----- RAW DATA

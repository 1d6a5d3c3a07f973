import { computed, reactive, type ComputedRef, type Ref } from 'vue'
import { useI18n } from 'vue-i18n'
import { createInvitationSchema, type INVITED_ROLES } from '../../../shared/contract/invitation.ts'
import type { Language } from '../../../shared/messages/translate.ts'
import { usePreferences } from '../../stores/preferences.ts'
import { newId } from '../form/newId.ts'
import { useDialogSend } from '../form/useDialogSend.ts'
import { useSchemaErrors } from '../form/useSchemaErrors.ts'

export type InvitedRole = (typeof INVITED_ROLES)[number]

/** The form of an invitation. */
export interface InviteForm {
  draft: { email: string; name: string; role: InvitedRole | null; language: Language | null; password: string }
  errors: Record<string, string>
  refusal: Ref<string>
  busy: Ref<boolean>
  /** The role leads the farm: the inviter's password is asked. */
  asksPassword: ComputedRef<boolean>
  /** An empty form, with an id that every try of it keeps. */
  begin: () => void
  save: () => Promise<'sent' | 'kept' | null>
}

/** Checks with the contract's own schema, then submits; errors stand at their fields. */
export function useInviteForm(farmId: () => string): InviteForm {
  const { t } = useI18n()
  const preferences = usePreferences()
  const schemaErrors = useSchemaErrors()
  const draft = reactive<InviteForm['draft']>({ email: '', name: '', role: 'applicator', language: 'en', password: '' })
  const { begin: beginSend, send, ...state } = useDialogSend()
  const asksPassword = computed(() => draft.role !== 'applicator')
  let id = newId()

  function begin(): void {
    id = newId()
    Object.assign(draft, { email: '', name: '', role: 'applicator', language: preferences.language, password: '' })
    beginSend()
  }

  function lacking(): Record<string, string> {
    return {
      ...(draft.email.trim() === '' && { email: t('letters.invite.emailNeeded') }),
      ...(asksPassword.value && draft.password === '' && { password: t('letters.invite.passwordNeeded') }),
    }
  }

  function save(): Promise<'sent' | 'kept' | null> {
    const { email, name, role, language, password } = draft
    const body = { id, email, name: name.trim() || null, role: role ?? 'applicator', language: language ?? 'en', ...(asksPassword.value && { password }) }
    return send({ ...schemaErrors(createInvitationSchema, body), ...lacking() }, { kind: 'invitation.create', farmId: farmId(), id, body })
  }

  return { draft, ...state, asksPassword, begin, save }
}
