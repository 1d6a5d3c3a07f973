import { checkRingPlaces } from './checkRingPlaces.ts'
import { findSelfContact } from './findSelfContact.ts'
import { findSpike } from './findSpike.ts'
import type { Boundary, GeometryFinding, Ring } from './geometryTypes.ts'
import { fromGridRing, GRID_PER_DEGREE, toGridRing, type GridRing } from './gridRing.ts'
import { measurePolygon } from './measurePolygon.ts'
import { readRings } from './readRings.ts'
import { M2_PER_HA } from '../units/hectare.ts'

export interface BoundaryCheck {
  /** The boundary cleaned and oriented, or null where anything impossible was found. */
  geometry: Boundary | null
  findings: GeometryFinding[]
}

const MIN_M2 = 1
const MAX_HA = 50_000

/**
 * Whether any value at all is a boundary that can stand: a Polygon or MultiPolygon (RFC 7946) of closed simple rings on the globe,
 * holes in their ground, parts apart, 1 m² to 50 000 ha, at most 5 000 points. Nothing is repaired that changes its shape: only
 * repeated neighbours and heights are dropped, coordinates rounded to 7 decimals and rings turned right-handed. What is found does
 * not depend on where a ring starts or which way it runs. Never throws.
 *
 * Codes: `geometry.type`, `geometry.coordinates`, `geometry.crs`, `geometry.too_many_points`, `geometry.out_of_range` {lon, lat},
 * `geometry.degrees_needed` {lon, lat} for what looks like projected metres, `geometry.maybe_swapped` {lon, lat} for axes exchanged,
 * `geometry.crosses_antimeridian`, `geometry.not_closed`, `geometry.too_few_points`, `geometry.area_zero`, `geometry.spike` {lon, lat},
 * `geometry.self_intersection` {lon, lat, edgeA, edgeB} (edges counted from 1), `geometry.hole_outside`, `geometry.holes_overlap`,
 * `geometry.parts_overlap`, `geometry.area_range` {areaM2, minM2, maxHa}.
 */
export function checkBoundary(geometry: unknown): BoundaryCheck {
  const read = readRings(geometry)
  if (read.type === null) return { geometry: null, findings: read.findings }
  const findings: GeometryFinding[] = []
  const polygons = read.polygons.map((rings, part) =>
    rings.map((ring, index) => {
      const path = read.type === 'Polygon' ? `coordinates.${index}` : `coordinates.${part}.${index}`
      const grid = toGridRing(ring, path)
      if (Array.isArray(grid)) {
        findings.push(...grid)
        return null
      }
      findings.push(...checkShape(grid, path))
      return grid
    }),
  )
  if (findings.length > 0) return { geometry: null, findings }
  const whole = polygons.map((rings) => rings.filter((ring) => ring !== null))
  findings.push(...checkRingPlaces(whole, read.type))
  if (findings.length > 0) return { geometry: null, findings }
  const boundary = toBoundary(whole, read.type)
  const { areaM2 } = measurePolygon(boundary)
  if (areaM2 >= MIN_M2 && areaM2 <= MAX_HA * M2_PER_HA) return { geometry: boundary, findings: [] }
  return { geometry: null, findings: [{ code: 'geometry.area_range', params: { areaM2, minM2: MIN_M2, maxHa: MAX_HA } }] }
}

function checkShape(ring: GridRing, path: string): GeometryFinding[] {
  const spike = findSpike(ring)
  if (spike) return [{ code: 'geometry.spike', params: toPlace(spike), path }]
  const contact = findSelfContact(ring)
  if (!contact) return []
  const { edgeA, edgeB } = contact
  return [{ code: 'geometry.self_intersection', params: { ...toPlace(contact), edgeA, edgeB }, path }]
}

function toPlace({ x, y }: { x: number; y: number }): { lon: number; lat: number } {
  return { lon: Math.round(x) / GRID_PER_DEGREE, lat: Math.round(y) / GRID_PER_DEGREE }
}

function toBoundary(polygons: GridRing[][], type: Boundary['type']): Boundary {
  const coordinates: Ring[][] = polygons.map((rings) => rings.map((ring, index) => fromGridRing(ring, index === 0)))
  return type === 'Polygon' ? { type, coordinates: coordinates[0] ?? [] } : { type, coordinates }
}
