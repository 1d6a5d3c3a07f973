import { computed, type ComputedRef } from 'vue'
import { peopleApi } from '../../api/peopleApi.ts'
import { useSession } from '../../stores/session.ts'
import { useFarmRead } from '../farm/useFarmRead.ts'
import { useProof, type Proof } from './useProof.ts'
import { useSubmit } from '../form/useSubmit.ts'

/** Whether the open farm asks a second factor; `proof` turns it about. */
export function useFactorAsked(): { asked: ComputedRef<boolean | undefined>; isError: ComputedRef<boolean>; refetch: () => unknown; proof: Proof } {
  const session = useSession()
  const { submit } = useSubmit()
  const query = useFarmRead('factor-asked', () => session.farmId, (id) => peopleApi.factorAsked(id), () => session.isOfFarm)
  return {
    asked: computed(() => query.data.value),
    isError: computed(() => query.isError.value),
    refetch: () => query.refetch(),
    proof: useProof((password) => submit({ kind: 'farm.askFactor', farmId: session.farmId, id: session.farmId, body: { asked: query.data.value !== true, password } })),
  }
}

----------
----- RAW DATA

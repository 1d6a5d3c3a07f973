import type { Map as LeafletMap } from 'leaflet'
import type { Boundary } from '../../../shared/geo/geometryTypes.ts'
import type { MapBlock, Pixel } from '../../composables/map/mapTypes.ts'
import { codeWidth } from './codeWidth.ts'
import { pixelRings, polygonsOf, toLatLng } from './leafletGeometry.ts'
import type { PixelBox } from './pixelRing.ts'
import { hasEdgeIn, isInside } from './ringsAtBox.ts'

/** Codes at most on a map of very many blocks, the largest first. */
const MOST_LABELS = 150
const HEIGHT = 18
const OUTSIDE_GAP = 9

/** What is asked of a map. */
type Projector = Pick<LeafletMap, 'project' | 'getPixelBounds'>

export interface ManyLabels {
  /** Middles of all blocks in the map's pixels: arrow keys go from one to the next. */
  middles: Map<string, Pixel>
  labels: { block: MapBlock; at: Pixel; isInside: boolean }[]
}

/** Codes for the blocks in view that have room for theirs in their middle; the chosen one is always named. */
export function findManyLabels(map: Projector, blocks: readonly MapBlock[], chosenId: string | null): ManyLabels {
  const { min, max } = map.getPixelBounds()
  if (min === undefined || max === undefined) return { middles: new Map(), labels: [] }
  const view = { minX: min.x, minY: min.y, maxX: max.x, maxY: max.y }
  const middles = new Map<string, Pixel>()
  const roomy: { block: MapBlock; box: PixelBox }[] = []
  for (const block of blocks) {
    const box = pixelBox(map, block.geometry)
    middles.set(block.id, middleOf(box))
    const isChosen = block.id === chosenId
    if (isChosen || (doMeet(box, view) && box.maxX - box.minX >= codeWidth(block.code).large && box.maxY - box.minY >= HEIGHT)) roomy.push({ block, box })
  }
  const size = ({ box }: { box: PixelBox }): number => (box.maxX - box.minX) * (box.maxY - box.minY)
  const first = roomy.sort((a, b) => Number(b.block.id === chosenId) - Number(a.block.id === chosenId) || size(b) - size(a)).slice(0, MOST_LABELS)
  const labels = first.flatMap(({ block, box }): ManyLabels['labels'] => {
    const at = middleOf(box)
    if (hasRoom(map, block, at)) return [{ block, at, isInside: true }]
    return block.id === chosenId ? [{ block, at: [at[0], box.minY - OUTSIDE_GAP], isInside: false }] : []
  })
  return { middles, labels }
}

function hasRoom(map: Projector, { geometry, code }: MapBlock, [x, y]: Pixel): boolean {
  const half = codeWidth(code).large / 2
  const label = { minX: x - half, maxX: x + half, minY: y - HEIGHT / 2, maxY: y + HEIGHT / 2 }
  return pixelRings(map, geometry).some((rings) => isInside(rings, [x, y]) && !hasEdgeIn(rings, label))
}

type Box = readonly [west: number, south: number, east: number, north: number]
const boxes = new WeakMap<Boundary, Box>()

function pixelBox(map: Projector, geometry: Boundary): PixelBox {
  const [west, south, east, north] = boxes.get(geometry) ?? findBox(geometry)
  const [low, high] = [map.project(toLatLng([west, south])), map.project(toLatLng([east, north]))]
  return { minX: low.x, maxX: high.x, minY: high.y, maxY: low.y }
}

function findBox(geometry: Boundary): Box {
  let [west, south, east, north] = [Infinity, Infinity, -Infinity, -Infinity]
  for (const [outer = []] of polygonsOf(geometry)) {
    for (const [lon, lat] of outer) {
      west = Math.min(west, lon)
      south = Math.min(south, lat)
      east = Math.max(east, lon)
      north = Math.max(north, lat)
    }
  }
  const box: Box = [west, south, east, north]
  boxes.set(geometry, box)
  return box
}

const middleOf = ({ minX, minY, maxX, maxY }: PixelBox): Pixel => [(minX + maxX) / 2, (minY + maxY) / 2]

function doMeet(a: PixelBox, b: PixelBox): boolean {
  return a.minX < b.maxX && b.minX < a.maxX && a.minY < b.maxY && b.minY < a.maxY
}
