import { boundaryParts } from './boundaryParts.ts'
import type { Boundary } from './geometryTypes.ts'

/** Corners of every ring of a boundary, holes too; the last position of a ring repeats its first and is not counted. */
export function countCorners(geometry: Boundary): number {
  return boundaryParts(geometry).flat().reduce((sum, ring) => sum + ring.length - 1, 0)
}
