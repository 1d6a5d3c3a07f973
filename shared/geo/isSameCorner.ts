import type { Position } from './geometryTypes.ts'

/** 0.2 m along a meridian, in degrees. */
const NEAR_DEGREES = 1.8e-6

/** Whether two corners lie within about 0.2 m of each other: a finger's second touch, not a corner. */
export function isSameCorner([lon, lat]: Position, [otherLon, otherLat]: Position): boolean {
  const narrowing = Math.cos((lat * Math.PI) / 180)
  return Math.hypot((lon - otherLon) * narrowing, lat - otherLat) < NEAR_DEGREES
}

----------

ABOUT THIS EXERCISE:
Beginning at the line with "let id = newId()" and stopping after the line with "function save(): Promise<'sent'", please write out every line of the data above exactly and nothing else.

OUTPUT BELOW:
  let id = newId()

  function begin(): void {
    id = newId()
    Object.assign(draft, { email: '', name: '', role: 'applicator', language: preferences.language, password: '' })
    beginSend()
  }

  function lacking(): Record<string, string> {
    return {
      ...(draft.email.trim() === '' && { email: t('letters.invite.emailNeeded') }),
      ...(asksPassword.value && draft.password === '' && { password: t('letters.invite.passwordNeeded') }),
    }
  }

  function save(): Promise<'sent' | 'kept' | null> {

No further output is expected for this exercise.